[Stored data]
—————

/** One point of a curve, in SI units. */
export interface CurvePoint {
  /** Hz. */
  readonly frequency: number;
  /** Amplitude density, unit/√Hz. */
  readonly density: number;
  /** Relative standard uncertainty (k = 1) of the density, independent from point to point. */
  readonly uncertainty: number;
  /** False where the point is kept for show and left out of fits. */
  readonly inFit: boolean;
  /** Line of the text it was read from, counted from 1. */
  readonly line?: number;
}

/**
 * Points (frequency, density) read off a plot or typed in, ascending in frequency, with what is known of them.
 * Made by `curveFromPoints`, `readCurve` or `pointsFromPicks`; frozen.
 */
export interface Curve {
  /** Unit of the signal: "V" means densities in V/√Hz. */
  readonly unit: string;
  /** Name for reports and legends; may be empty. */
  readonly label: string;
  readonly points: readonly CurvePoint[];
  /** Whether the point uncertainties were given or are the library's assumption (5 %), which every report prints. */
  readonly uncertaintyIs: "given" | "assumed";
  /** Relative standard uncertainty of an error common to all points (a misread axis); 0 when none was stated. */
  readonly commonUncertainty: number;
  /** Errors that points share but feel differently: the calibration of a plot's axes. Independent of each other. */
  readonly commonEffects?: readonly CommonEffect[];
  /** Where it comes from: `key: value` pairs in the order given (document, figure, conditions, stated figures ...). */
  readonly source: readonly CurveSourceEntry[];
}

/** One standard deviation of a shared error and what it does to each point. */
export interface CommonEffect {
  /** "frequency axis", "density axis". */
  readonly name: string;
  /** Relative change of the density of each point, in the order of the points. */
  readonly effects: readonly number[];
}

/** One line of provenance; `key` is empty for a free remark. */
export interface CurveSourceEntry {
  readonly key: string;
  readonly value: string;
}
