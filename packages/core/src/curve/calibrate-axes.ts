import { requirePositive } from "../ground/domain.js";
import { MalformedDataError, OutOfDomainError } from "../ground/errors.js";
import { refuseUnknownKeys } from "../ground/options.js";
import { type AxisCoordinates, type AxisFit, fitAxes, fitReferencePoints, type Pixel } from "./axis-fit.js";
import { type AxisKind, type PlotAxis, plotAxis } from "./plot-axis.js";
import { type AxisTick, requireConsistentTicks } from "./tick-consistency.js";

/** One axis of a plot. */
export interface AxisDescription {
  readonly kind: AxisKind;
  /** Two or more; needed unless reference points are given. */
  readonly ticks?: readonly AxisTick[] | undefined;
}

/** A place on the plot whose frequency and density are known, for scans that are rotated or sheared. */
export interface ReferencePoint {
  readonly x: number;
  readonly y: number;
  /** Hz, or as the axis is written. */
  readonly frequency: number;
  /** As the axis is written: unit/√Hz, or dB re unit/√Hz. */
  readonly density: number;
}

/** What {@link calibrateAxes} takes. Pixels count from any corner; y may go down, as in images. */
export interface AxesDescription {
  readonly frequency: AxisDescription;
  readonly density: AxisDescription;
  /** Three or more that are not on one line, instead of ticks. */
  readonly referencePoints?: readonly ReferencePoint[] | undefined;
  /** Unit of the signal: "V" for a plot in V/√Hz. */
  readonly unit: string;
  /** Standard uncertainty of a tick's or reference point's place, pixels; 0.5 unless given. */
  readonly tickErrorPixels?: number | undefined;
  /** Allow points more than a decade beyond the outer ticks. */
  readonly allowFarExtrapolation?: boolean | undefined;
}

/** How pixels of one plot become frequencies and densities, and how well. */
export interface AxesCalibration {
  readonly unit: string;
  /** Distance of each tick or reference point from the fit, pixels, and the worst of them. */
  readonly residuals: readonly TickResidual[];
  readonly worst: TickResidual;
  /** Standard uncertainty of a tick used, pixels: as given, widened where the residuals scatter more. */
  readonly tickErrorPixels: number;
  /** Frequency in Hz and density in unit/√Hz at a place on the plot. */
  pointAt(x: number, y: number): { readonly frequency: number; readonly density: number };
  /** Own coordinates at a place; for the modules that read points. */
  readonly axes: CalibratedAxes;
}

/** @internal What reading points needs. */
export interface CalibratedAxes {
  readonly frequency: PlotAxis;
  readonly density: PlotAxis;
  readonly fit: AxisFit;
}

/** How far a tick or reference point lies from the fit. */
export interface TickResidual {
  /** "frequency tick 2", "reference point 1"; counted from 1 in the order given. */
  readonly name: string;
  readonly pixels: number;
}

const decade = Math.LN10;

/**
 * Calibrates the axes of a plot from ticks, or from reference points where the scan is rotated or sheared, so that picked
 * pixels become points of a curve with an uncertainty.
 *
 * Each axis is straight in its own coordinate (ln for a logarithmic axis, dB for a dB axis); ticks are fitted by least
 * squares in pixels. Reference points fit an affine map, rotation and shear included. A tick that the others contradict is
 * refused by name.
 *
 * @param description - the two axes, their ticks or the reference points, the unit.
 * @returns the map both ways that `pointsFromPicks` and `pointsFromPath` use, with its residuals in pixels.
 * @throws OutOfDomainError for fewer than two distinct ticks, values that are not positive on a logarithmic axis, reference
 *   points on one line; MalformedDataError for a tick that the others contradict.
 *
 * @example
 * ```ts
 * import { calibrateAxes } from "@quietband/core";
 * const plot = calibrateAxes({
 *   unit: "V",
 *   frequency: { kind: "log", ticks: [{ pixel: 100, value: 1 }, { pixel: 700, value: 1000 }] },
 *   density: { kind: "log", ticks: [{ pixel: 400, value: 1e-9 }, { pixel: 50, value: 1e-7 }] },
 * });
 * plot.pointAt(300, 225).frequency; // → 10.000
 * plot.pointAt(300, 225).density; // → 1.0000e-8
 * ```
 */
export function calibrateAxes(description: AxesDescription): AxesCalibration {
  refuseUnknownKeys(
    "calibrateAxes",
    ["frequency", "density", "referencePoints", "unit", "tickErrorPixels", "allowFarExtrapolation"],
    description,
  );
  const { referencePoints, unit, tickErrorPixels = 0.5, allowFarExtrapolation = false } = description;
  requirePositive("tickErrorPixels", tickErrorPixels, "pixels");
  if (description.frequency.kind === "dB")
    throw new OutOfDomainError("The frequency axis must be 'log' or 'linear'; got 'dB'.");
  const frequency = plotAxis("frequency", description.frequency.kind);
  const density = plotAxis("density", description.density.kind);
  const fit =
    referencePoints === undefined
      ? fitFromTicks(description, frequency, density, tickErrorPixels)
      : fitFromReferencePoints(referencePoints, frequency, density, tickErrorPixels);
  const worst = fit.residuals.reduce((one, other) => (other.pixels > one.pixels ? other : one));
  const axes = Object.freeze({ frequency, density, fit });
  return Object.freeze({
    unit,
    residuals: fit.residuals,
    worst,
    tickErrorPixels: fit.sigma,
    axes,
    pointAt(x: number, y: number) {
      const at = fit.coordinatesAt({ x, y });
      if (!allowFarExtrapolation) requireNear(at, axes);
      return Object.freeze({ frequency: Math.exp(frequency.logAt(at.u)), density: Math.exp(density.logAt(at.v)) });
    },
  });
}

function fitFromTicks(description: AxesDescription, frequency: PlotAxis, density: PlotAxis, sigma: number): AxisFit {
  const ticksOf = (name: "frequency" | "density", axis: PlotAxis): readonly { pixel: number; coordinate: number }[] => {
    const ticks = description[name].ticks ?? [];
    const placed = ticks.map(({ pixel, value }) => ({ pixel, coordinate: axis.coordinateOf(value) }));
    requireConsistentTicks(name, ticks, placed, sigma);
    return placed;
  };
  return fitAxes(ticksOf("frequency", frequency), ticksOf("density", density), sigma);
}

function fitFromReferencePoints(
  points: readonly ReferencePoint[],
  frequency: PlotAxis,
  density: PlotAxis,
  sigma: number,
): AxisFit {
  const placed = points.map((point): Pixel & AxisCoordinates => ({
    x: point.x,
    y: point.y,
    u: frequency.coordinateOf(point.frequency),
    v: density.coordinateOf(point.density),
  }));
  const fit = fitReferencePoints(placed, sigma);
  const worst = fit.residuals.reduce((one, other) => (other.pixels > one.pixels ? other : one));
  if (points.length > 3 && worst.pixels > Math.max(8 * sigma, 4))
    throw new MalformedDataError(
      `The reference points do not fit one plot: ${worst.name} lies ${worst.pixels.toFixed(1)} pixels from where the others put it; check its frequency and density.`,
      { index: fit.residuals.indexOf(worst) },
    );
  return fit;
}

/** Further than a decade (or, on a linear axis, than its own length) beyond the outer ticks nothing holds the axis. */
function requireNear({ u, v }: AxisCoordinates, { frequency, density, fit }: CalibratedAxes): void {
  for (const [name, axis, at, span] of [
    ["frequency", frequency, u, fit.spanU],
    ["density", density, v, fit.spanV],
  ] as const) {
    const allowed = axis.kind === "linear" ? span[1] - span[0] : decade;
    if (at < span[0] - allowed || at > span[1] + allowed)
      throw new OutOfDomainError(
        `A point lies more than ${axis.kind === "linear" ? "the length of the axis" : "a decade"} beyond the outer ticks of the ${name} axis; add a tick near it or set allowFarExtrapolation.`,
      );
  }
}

—————

Work instruction: Where the word "pointAt" shows up in a line of the entries above, copy that line.

Problem solution:
  pointAt(x: number, y: number): { readonly frequency: number; readonly density: number };
 * plot.pointAt(300, 225).frequency; // → 10.000
 * plot.pointAt(300, 225).density; // → 1.0000e-8
    pointAt(x: number, y: number) {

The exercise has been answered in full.